- **Aim of the task**
Within the listing below, show every line that contains the word "afterAll".

- **The input**
··········
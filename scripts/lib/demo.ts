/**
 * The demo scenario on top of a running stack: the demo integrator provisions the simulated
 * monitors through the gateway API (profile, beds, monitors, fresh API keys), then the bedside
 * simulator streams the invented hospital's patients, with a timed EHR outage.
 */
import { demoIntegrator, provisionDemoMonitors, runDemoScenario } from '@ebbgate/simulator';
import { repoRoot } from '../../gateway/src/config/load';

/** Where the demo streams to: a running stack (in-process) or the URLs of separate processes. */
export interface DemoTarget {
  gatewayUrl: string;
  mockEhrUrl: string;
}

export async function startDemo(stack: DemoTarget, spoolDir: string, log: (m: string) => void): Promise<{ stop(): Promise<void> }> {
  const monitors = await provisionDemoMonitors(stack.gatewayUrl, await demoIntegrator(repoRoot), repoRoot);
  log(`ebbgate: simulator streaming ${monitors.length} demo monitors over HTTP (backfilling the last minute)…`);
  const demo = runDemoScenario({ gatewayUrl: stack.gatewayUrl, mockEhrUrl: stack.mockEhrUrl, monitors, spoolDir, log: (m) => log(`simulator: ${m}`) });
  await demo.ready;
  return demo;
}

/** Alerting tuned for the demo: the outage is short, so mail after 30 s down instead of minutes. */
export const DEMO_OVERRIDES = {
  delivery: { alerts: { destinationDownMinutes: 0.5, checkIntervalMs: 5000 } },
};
··········
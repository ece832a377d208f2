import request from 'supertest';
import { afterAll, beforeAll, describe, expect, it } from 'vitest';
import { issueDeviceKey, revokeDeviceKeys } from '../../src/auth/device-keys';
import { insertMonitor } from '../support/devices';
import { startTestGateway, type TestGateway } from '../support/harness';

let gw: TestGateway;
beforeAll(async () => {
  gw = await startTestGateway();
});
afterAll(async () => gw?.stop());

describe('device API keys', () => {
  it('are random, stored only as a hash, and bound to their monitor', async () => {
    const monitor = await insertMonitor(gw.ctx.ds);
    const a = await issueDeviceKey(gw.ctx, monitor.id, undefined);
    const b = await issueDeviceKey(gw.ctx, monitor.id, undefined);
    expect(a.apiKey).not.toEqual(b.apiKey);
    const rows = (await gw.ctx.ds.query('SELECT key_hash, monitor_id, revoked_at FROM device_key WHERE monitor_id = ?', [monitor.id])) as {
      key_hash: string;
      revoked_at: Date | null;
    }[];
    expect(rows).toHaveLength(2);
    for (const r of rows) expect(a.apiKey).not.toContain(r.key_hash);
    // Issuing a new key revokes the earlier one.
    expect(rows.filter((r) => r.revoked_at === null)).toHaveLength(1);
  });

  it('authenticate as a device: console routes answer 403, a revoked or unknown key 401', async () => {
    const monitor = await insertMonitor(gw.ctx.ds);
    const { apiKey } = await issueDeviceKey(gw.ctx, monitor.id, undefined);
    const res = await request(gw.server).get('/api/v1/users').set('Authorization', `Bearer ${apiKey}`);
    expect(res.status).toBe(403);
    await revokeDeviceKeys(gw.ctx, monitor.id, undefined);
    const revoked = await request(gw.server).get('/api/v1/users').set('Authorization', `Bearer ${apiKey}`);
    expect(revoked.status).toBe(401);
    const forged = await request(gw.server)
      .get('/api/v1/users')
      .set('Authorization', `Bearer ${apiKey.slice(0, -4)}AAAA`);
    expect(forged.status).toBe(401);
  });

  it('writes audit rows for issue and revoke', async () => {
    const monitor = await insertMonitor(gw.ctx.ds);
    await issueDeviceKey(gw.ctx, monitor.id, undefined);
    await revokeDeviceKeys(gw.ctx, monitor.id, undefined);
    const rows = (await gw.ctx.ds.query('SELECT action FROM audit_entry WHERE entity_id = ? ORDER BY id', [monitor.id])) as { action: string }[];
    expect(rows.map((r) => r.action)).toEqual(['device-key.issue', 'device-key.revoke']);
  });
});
··········
- **Result**
import { afterAll, beforeAll, describe, expect, it } from 'vitest';
afterAll(async () => gw?.stop());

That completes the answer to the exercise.